My cats name dice, and my year of birth.


----------



## shutter13 (Jun 23, 2004)

the shutter was the first paintball gun i had, 13 was just a #.... i would have changed it to something better for this site but everyone knew me as shutter sooo...


----------



## sharpteeth (Feb 14, 2004)

sharpteeth was the only thing i could think of at the time! lol


----------



## Piran-huhs? (Jul 23, 2003)

when I first joined the site I was lost when it came to owning P's ... and I kept on saying huh to most of the threads! sooo ... Piran-huhs?!?!


----------



## killintime (Sep 7, 2004)

because we are all here just killing time, and killin is my last name.


----------



## MR.FREEZ (Jan 26, 2004)

Piran-huhs? said:


> when I first joined the site I was lost when it came to owning P's ... and I kept on saying huh to most of the threads! sooo ... Piran-huhs?!?!

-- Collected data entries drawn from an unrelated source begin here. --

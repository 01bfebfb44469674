/* The config reader against garbage: thousands of mutated copies of
 * config/demo.ini (byte flips, truncations, duplicated, deleted and swapped
 * lines, huge values, long lines, NUL bytes, invalid UTF-8), each either
 * loading or failing with every message in the form "FILE:LINE: text".
 * Run under ASan/UBSan by `make check`, so a read past a buffer or an
 * overflowing conversion fails here. The seed is fixed: a failure repeats.
 * No science here. */
#include <ctype.h>
#include <setjmp.h>
#include <stdarg.h>
#include <stddef.h>
#include <stdint.h>
#include <stdio.h>
#include <stdlib.h>
#include <string.h>
#include <unistd.h>
#include <cmocka.h>

#include "hs_config.h"

#define CASES 3000
#define MAX_TEXT (1u << 20)

static char dir[64];
static char path[128];
static char *base;      /* demo.ini as read */
static size_t base_len;
static char *work;      /* the mutated copy */
static size_t work_len;

/* xorshift64*: a fixed, platform-independent stream. */
static uint64_t rng_state;
static uint64_t rnd(void)
{
    rng_state ^= rng_state >> 12;
    rng_state ^= rng_state << 25;
    rng_state ^= rng_state >> 27;
    return rng_state * 2685821657736338717ull;
}
static size_t pick(size_t n) { return n == 0 ? 0 : (size_t)(rnd() % n); }

static int setup(void **state)
{
    (void)state;
    FILE *f = fopen("config/demo.ini", "rb");
    if (f == NULL)
        return -1;
    base = malloc(MAX_TEXT);
    work = malloc(MAX_TEXT);
    if (base == NULL || work == NULL) {
        fclose(f);
        return -1;
    }
    base_len = fread(base, 1, MAX_TEXT / 4, f);
    fclose(f);
    snprintf(dir, sizeof dir, "/tmp/hs-cfgfuzz.XXXXXX");
    if (mkdtemp(dir) == NULL)
        return -1;
    snprintf(path, sizeof path, "%s/site.ini", dir);
    return base_len > 0 ? 0 : -1;
}

static int teardown(void **state)
{
    (void)state;
    unlink(path);
    rmdir(dir);
    free(base);
    free(work);
    return 0;
}

/* Inserts len bytes at pos (bounded by MAX_TEXT). */
static void insert_at(size_t pos, const char *bytes, size_t len)
{
    if (work_len + len > MAX_TEXT)
        return;
    memmove(work + pos + len, work + pos, work_len - pos);
    memcpy(work + pos, bytes, len);
    work_len += len;
}

static void remove_range(size_t pos, size_t len)
{
    memmove(work + pos, work + pos + len, work_len - pos - len);
    work_len -= len;
}

/* Start and length (with its newline) of a random line. */
static void random_line(size_t *start, size_t *len)
{
    size_t p = pick(work_len);
    while (p > 0 && work[p - 1] != '\n')
        p--;
    size_t e = p;
    while (e < work_len && work[e] != '\n')
        e++;
    if (e < work_len)
        e++;
    *start = p;
    *len = e - p;
}

static const char *const huge_values[] = {
    "1e308", "-1e308", "1e400", "nan", "inf", "-inf", "99999999999999999999999",
    "-9223372036854775809", "18446744073709551616", "4294967296", "65536", "256",
    "0x7fffffff", "1e-400", "9999999999999999999999d", "99999999999999h",
    "-1s", "1,2,3,4,5,6,7,8,9,10,11,12,13,14,15,16,17,18,19,20,21,22,23,24,25,26,27,28,29,30,31,32,33",
    "0-255", "1-99999", "", " ", "=", "[", "]", "\"", ";", "#",
};

static void mutate_once(void)
{
    size_t s, n;
    char buf[64];
    switch (pick(11)) {
    case 0: /* flip bytes */
        for (size_t k = 1 + pick(4); k > 0 && work_len > 0; k--)
            work[pick(work_len)] ^= (char)(1u << pick(8));
        break;
    case 1: /* truncate */
        work_len = pick(work_len + 1);
        break;
    case 2: /* duplicate a line */
        random_line(&s, &n);
        if (n < 4096) {
            char line[4096];
            memcpy(line, work + s, n);
            insert_at(s, line, n);
        }
        break;
    case 3: /* delete a line */
        random_line(&s, &n);
        remove_range(s, n);
        break;
    case 4: { /* a huge or odd value for a key */
        random_line(&s, &n);
        char *eq = memchr(work + s, '=', n);
        if (eq != NULL) {
            size_t v = (size_t)(eq - work) + 1;
            size_t end = s + n;
            if (end > s && work[end - 1] == '\n')
                end--;
            remove_range(v, end - v);
            const char *h = huge_values[pick(sizeof huge_values / sizeof *huge_values)];
            insert_at(v, h, strlen(h));
        }
        break;
    }
    case 5: { /* a long line: a key, a value or a section name */
        size_t len = 200 + pick(6000);
        char *line = malloc(len + 16);
        if (line == NULL)
            break;
        size_t i = 0;
        int shape = (int)pick(3);
        if (shape == 1)
            line[i++] = '[';
        for (; i < len; i++)
            line[i] = shape == 2 && i == len / 2 ? '=' : (char)('a' + pick(26));
        if (shape == 1)
            line[i++] = ']';
        line[i++] = '\n';
        random_line(&s, &n);
        insert_at(s, line, i);
        free(line);
        break;
    }
    case 6: /* NUL bytes */
        for (size_t k = 1 + pick(3); k > 0; k--)
            insert_at(pick(work_len + 1), "\0", 1);
        break;
    case 7: { /* invalid UTF-8 */
        static const char *const bad[] = {"\xff", "\xfe\xff", "\xc0\x80", "\x80",
                                          "\xed\xa0\x80", "\xf8\x88\x80\x80\x80", "\xc3"};
        const char *b = bad[pick(sizeof bad / sizeof *bad)];
        insert_at(pick(work_len + 1), b, strlen(b));
        break;
    }
    case 8: { /* swap two lines */
        size_t s2, n2;
        random_line(&s, &n);
        random_line(&s2, &n2);
        if (s == s2 || n > 4096)
            break;
        char line[4096];
        memcpy(line, work + s, n);
        remove_range(s, n);
        if (s2 > s)
            s2 -= n;
        insert_at(s2, line, n);
        break;
    }
    case 9: /* random bytes */
        for (size_t k = 1 + pick(32); k > 0; k--) {
            buf[0] = (char)pick(256);
            insert_at(pick(work_len + 1), buf, 1);
        }
        break;
    default: /* a stray line ending, CR, tab or lone bracket */
        buf[0] = "\r\n\t[]=;#\\"[pick(9)];
        insert_at(pick(work_len + 1), buf, 1);
        break;
    }
}

/* True when msg is "PATH:DIGITS: something". */
static int well_formed(const char *msg)
{
    size_t pl = strlen(path);
    if (strncmp(msg, path, pl) != 0 || msg[pl] != ':')
        return 0;
    const char *p = msg + pl + 1;
    if (!isdigit((unsigned char)*p))
        return 0;
    while (isdigit((unsigned char)*p))
        p++;
    return p[0] == ':' && p[1] == ' ' && p[2] != '\0';
}

static void write_work(void)
{
    FILE *f = fopen(path, "wb");
    assert_non_null(f);
    assert_int_equal(fwrite(work, 1, work_len, f), work_len);
    assert_int_equal(fclose(f), 0);
}

static void demo_loads_unmutated(void **state)
{
    (void)state;
    memcpy(work, base, base_len);
    work_len = base_len;
    write_work();
    hs_site site;
    hs_diag diag;
    memset(&diag, 0, sizeof diag);
    int rc = hs_site_load(path, &site, &diag);
    if (rc != 0)
        print_error("%s\n", diag.msg[0]);
    assert_int_equal(rc, 0);
    hs_site_free(&site);
}

static void mutated_demo_loads_or_says_where(void **state)
{
    (void)state;
    rng_state = 0x5a17b0a7c0ffee01ull;
    unsigned loaded = 0, refused = 0, messages = 0;
    for (unsigned c = 0; c < CASES; c++) {
        memcpy(work, base, base_len);
        work_len = base_len;
        for (size_t k = 1 + pick(c % 7 == 0 ? 8 : 2); k > 0; k--)
            mutate_once();
        write_work();
        hs_site site;
        hs_diag diag;
        memset(&diag, 0, sizeof diag);
        int rc = hs_site_load(path, &site, &diag);
        if (rc == 0) {
            loaded++;
            hs_site_free(&site);
            continue;
        }
        assert_int_equal(rc, -1);
        refused++;
        if (diag.n == 0)
            fail_msg("case %u: refused without a message", c);
        for (unsigned i = 0; i < diag.n; i++) {
            messages++;
            if (!well_formed(diag.msg[i]))
                fail_msg("case %u: message not FILE:LINE: text: '%s'", c, diag.msg[i]);
        }
    }
    print_message("config fuzz: %u cases, %u loaded, %u refused, %u messages\n", CASES,
                  loaded, refused, messages);
    /* The mutations must reach the checks: most are refused, some are harmless. */
    assert_true(refused > CASES / 4);
    assert_true(loaded > 0);
}

/* A file that is not there, a folder, and an empty file. */
static void unreadable_files(void **state)
{
    (void)state;
    hs_site site;
    hs_diag diag;
    memset(&diag, 0, sizeof diag);
    assert_int_equal(hs_site_load("/nonexistent/halostage/site.ini", &site, &diag), -1);
    assert_true(diag.n >= 1);
    assert_non_null(strstr(diag.msg[0], "/nonexistent/halostage/site.ini"));
    memset(&diag, 0, sizeof diag);
    assert_int_equal(hs_site_load(dir, &site, &diag), -1);
    assert_true(diag.n >= 1);
    assert_non_null(strstr(diag.msg[0], dir));
    work_len = 0;
    write_work();
    memset(&diag, 0, sizeof diag);
    assert_int_equal(hs_site_load(path, &site, &diag), -1);
    assert_true(diag.n >= 1 && well_formed(diag.msg[0]));
}

int main(void)
{
    const struct CMUnitTest tests[] = {
        cmocka_unit_test(demo_loads_unmutated),
        cmocka_unit_test(mutated_demo_loads_or_says_where),
        cmocka_unit_test(unreadable_files),
    };
    return cmocka_run_group_tests(tests, setup, teardown);
}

i was wonderin about your name but i had a good ideal


----------



## slckr69 (Feb 21, 2004)

mines just my aol name... it means slacker cuz thats what i do all day is slack...


----------



## FootClanSkates (Apr 25, 2004)

Foot Clan Skates, my website, and a business I run on the side. www.footclanskates.com. Buy some skateboards when I get the inventory back online.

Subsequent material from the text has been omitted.